REQUIREMENT:
Print the data exactly, leaving nothing out.

DATA:
package quant

import (
	"testing"

	"github.com/plumbref/plumb/compare"
	"github.com/plumbref/plumb/internal/expect"
	"github.com/plumbref/plumb/internal/expect/ensure"
	"github.com/plumbref/plumb/internal/golden"
)

// The golden files testdata/golden/quant/{fp8_matmul, int8_matmul_to,
// quant_cache, quant_attention}.json are written by
// testdata/gen/fam_quantmm.py from the definitions of doc.go, with exact
// rationals (and mpmath at 50 digits for attention), each output rounded
// once to float64 (or to the case's output format).

// productFamilies are the golden families of this file.
var productFamilies = []string{"fp8_matmul", "int8_matmul_to", "quant_cache", "quant_attention"}

// goldenAttendBound bounds Attend's normwise relative error on the
// quant_attention cases: float64 arithmetic over at most a few dozen
// terms (attention/golden_test.go's project target).
const goldenAttendBound = 1e-14

func goldenFloats(t *testing.T, c *golden.Case, name string) []float64 {
	t.Helper()
	x, _, err := c.Float(name)
	ensure.NoError(t, err, c)
	return x
}

func goldenInts(t *testing.T, c *golden.Case, name string) ([]int64, []int) {
	t.Helper()
	x, shape, err := c.Ints(name)
	ensure.NoError(t, err, c)
	return x, shape
}

func goldenBytes(t *testing.T, c *golden.Case, name string) ([]uint8, []int) {
	t.Helper()
	x, shape := goldenInts(t, c, name)
	b := make([]uint8, len(x))
	for i, v := range x {
		b[i] = uint8(v)
	}
	return b, shape
}

func TestGoldenFP8MatMul(t *testing.T) {
	for _, c := range golden.MustLoadFamily(t, "quant", "fp8_matmul").Cases {
		var cfg struct {
			FormatA compare.Format `json:"format_a"`
			FormatB compare.Format `json:"format_b"`
			GA      Granularity    `json:"granularity_a"`
			GB      Granularity    `json:"granularity_b"`
			Out     compare.Format `json:"out"`
		}
		ensure.NoError(t, c.DecodeConfig(&cfg))
		ca, sa := goldenBytes(t, c, "a")
		cb, sb := goldenBytes(t, c, "b")
		a := FP8Matrix{Rows: sa[0], Cols: sa[1], Codes: ca, Format: cfg.FormatA, Granularity: cfg.GA, Channel: ChannelRows, Scales: goldenFloats(t, c, "scales_a")}
		b := FP8Matrix{Rows: sb[0], Cols: sb[1], Codes: cb, Format: cfg.FormatB, Granularity: cfg.GB, Channel: ChannelCols, Scales: goldenFloats(t, c, "scales_b")}
		got, err := MatMulFP8(a, b, cfg.Out)
		ensure.NoError(t, err, c)
		expect.Equal(t, goldenFloats(t, c, "out"), got, c, "the exact sum rounded once: the same bits")
	}
}

func TestGoldenInt8MatMulTo(t *testing.T) {
	for _, c := range golden.MustLoadFamily(t, "quant", "int8_matmul_to").Cases {
		var cfg struct {
			SymA Symmetry       `json:"symmetry_a"`
			GA   Granularity    `json:"granularity_a"`
			GB   Granularity    `json:"granularity_b"`
			Out  compare.Format `json:"out"`
		}
		ensure.NoError(t, c.DecodeConfig(&cfg))
		conv := func(name string) ([]int8, []int) {
			x, shape := goldenInts(t, c, name)
			q := make([]int8, len(x))
			for i, v := range x {
				q[i] = int8(v)
			}
			return q, shape
		}
		qa, sa := conv("a")
		qb, sb := conv("b")
		za, _ := conv("zeros_a")
		if len(za) == 0 {
			za = nil
		}
		a := Tensor{Rows: sa[0], Cols: sa[1], Codes: qa, Scales: goldenFloats(t, c, "scales_a"), Zeros: za,
			Scheme: Scheme{Symmetry: cfg.SymA, Granularity: cfg.GA, Channel: ChannelRows}}
		b := Tensor{Rows: sb[0], Cols: sb[1], Codes: qb, Scales: goldenFloats(t, c, "scales_b"),
			Scheme: Scheme{Granularity: cfg.GB, Channel: ChannelCols}}
		acc, got, err := MatMulInt8To(a, b, cfg.Out)
		ensure.NoError(t, err, c)
		want, _ := goldenInts(t, c, "acc")
		for i := range want {
			expect.Equal(t, want[i], int64(acc[i]), c, i)
		}
		expect.Equal(t, goldenFloats(t, c, "out"), got, c)
	}
}

func TestGoldenQuantCache(t *testing.T) {
	for _, c := range golden.MustLoadFamily(t, "quant", "quant_cache").Cases {
		var cfg struct {
			Batch   int          `json:"batch"`
			Heads   int          `json:"heads"`
			Len     int          `json:"len"`
			Dim     int          `json:"dim"`
			Code    CacheCode    `json:"code"`
			Scaling CacheScaling `json:"scaling"`
			Append  int          `json:"append"`
		}
		ensure.NoError(t, c.DecodeConfig(&cfg))
		got, err := QuantiseCache(goldenFloats(t, c, "x"), cfg.Batch, cfg.Heads, cfg.Len, cfg.Dim, cfg.Code, cfg.Scaling)
		ensure.NoError(t, err, c)
		codes, _ := goldenBytes(t, c, "codes")
		expect.Equal(t, codes, got.Codes, c)
		expect.Equal(t, goldenFloats(t, c, "scales"), got.Scales, c)
		if cfg.Append == 0 {
			continue
		}
		app, err := AppendCache(got, goldenFloats(t, c, "new"), cfg.Append)
		ensure.NoError(t, err, c)
		codes, _ = goldenBytes(t, c, "appended_codes")
		expect.Equal(t, codes, app.Codes, c, "appended")
		expect.Equal(t, goldenFloats(t, c, "appended_scales"), app.Scales, c, "appended")
	}
}

func TestGoldenQuantAttention(t *testing.T) {
	for _, c := range golden.MustLoadFamily(t, "quant", "quant_attention").Cases {
		var cfg struct {
			Batch   int          `json:"batch"`
			HeadsQ  int          `json:"heads_q"`
			HeadsKV int          `json:"heads_kv"`
			Lq      int          `json:"lq"`
			Lk      int          `json:"lk"`
			Dk      int          `json:"dk"`
			Dv      int          `json:"dv"`
			Code    CacheCode    `json:"code"`
			Scaling CacheScaling `json:"scaling"`
			Causal  bool         `json:"causal"`
			Prob    ProbCode     `json:"prob"`
		}
		ensure.NoError(t, c.DecodeConfig(&cfg))
		kc, _ := goldenBytes(t, c, "k_codes")
		vc, _ := goldenBytes(t, c, "v_codes")
		k := CacheTensor{Batch: cfg.Batch, Heads: cfg.HeadsKV, Len: cfg.Lk, Dim: cfg.Dk, Code: cfg.Code, Scaling: cfg.Scaling, Codes: kc, Scales: goldenFloats(t, c, "k_scales")}
		v := CacheTensor{Batch: cfg.Batch, Heads: cfg.HeadsKV, Len: cfg.Lk, Dim: cfg.Dv, Code: cfg.Code, Scaling: cfg.Scaling, Codes: vc, Scales: goldenFloats(t, c, "v_scales")}
		o := AttendOptions{Causal: cfg.Causal, Prob: cfg.Prob}
		want := goldenFloats(t, c, "out")
		got, err := Attend(goldenFloats(t, c, "q"), cfg.HeadsQ, cfg.Lq, k, v, o)
		ensure.NoError(t, err, c)
		e := golden.NormwiseRelErr(got, want)
		expect.True(t, e <= goldenAttendBound, golden.Describe(c, "out", e, goldenAttendBound))
		got32, err := Attend32(compare.Narrow(goldenFloats(t, c, "q")), cfg.HeadsQ, cfg.Lq, k, v, o)
		ensure.NoError(t, err, c)
		e = golden.NormwiseRelErr(widen32(got32), want)
		expect.True(t, e <= 2e-5, golden.Describe(c, "out (Attend32, the float32 yardstick)", e, 2e-5))
	}
}

func widen32(x []float32) []float64 {
	y := make([]float64, len(x))
	for i, v := range x {
		y[i] = float64(v)
	}
	return y
}

func TestGoldenProductFamiliesExist(t *testing.T) {
	for _, f := range productFamilies {
		expect.NotEmpty(t, golden.MustLoadFamily(t, "quant", f).Cases, f)
	}
}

SOLUTION TO THIS PROBLEM:
package quant

import (
	"testing"

	"github.com/plumbref/plumb/compare"
	"github.com/plumbref/plumb/internal/expect"
	"github.com/plumbref/plumb/internal/expect/ensure"
	"github.com/plumbref/plumb/internal/golden"
)

// The golden files testdata/golden/quant/{fp8_matmul, int8_matmul_to,
// quant_cache, quant_attention}.json are written by
// testdata/gen/fam_quantmm.py from the definitions of doc.go, with exact
// rationals (and mpmath at 50 digits for attention), each output rounded
// once to float64 (or to the case's output format).

// productFamilies are the golden families of this file.
var productFamilies = []string{"fp8_matmul", "int8_matmul_to", "quant_cache", "quant_attention"}

// goldenAttendBound bounds Attend's normwise relative error on the
// quant_attention cases: float64 arithmetic over at most a few dozen
// terms (attention/golden_test.go's project target).
const goldenAttendBound = 1e-14

func goldenFloats(t *testing.T, c *golden.Case, name string) []float64 {
	t.Helper()
	x, _, err := c.Float(name)
	ensure.NoError(t, err, c)
	return x
}

func goldenInts(t *testing.T, c *golden.Case, name string) ([]int64, []int) {
	t.Helper()
	x, shape, err := c.Ints(name)
	ensure.NoError(t, err, c)
	return x, shape
}

func goldenBytes(t *testing.T, c *golden.Case, name string) ([]uint8, []int) {
	t.Helper()
	x, shape := goldenInts(t, c, name)
	b := make([]uint8, len(x))
	for i, v := range x {
		b[i] = uint8(v)
	}
	return b, shape
}

func TestGoldenFP8MatMul(t *testing.T) {
	for _, c := range golden.MustLoadFamily(t, "quant", "fp8_matmul").Cases {
		var cfg struct {
			FormatA compare.Format `json:"format_a"`
			FormatB compare.Format `json:"format_b"`
			GA      Granularity    `json:"granularity_a"`
			GB      Granularity    `json:"granularity_b"`
			Out     compare.Format `json:"out"`
		}
		ensure.NoError(t, c.DecodeConfig(&cfg))
		ca, sa := goldenBytes(t, c, "a")
		cb, sb := goldenBytes(t, c, "b")
		a := FP8Matrix{Rows: sa[0], Cols: sa[1], Codes: ca, Format: cfg.FormatA, Granularity: cfg.GA, Channel: ChannelRows, Scales: goldenFloats(t, c, "scales_a")}
		b := FP8Matrix{Rows: sb[0], Cols: sb[1], Codes: cb, Format: cfg.FormatB, Granularity: cfg.GB, Channel: ChannelCols, Scales: goldenFloats(t, c, "scales_b")}
		got, err := MatMulFP8(a, b, cfg.Out)
		ensure.NoError(t, err, c)
		expect.Equal(t, goldenFloats(t, c, "out"), got, c, "the exact sum rounded once: the same bits")
	}
}

func TestGoldenInt8MatMulTo(t *testing.T) {
	for _, c := range golden.MustLoadFamily(t, "quant", "int8_matmul_to").Cases {
		var cfg struct {
			SymA Symmetry       `json:"symmetry_a"`
			GA   Granularity    `json:"granularity_a"`
			GB   Granularity    `json:"granularity_b"`
			Out  compare.Format `json:"out"`
		}
		ensure.NoError(t, c.DecodeConfig(&cfg))
		conv := func(name string) ([]int8, []int) {
			x, shape := goldenInts(t, c, name)
			q := make([]int8, len(x))
			for i, v := range x {
				q[i] = int8(v)
			}
			return q, shape
		}
		qa, sa := conv("a")
		qb, sb := conv("b")
		za, _ := conv("zeros_a")
		if len(za) == 0 {
			za = nil
		}
		a := Tensor{Rows: sa[0], Cols: sa[1], Codes: qa, Scales: goldenFloats(t, c, "scales_a"), Zeros: za,
			Scheme: Scheme{Symmetry: cfg.SymA, Granularity: cfg.GA, Channel: ChannelRows}}
		b := Tensor{Rows: sb[0], Cols: sb[1], Codes: qb, Scales: goldenFloats(t, c, "scales_b"),
			Scheme: Scheme{Granularity: cfg.GB, Channel: ChannelCols}}
		acc, got, err := MatMulInt8To(a, b, cfg.Out)
		ensure.NoError(t, err, c)
		want, _ := goldenInts(t, c, "acc")
		for i := range want {
			expect.Equal(t, want[i], int64(acc[i]), c, i)
		}
		expect.Equal(t, goldenFloats(t, c, "out"), got, c)
	}
}

func TestGoldenQuantCache(t *testing.T) {
	for _, c := range golden.MustLoadFamily(t, "quant", "quant_cache").Cases {
		var cfg struct {
			Batch   int          `json:"batch"`
			Heads   int          `json:"heads"`
			Len     int          `json:"len"`
			Dim     int          `json:"dim"`
			Code    CacheCode    `json:"code"`
			Scaling CacheScaling `json:"scaling"`
			Append  int          `json:"append"`
		}
		ensure.NoError(t, c.DecodeConfig(&cfg))
		got, err := QuantiseCache(goldenFloats(t, c, "x"), cfg.Batch, cfg.Heads, cfg.Len, cfg.Dim, cfg.Code, cfg.Scaling)
		ensure.NoError(t, err, c)
		codes, _ := goldenBytes(t, c, "codes")
		expect.Equal(t, codes, got.Codes, c)
		expect.Equal(t, goldenFloats(t, c, "scales"), got.Scales, c)
		if cfg.Append == 0 {
			continue
		}
		app, err := AppendCache(got, goldenFloats(t, c, "new"), cfg.Append)
		ensure.NoError(t, err, c)
		codes, _ = goldenBytes(t, c, "appended_codes")
		expect.Equal(t, codes, app.Codes, c, "appended")
		expect.Equal(t, goldenFloats(t, c, "appended_scales"), app.Scales, c, "appended")
	}
}

func TestGoldenQuantAttention(t *testing.T) {
	for _, c := range golden.MustLoadFamily(t, "quant", "quant_attention").Cases {
		var cfg struct {
			Batch   int          `json:"batch"`
			HeadsQ  int          `json:"heads_q"`
			HeadsKV int          `json:"heads_kv"`
			Lq      int          `json:"lq"`
			Lk      int          `json:"lk"`
			Dk      int          `json:"dk"`
			Dv      int          `json:"dv"`
			Code    CacheCode    `json:"code"`
			Scaling CacheScaling `json:"scaling"`
			Causal  bool         `json:"causal"`
			Prob    ProbCode     `json:"prob"`
		}
		ensure.NoError(t, c.DecodeConfig(&cfg))
		kc, _ := goldenBytes(t, c, "k_codes")
		vc, _ := goldenBytes(t, c, "v_codes")
		k := CacheTensor{Batch: cfg.Batch, Heads: cfg.HeadsKV, Len: cfg.Lk, Dim: cfg.Dk, Code: cfg.Code, Scaling: cfg.Scaling, Codes: kc, Scales: goldenFloats(t, c, "k_scales")}
		v := CacheTensor{Batch: cfg.Batch, Heads: cfg.HeadsKV, Len: cfg.Lk, Dim: cfg.Dv, Code: cfg.Code, Scaling: cfg.Scaling, Codes: vc, Scales: goldenFloats(t, c, "v_scales")}
		o := AttendOptions{Causal: cfg.Causal, Prob: cfg.Prob}
		want := goldenFloats(t, c, "out")
		got, err := Attend(goldenFloats(t, c, "q"), cfg.HeadsQ, cfg.Lq, k, v, o)
		ensure.NoError(t, err, c)
		e := golden.NormwiseRelErr(got, want)
		expect.True(t, e <= goldenAttendBound, golden.Describe(c, "out", e, goldenAttendBound))
		got32, err := Attend32(compare.Narrow(goldenFloats(t, c, "q")), cfg.HeadsQ, cfg.Lq, k, v, o)
		ensure.NoError(t, err, c)
		e = golden.NormwiseRelErr(widen32(got32), want)
		expect.True(t, e <= 2e-5, golden.Describe(c, "out (Attend32, the float32 yardstick)", e, 2e-5))
	}
}

func widen32(x []float32) []float64 {
	y := make([]float64, len(x))
	for i, v := range x {
		y[i] = float64(v)
	}
	return y
}

func TestGoldenProductFamiliesExist(t *testing.T) {
	for _, f := range productFamilies {
		expect.NotEmpty(t, golden.MustLoadFamily(t, "quant", f).Cases, f)
	}
}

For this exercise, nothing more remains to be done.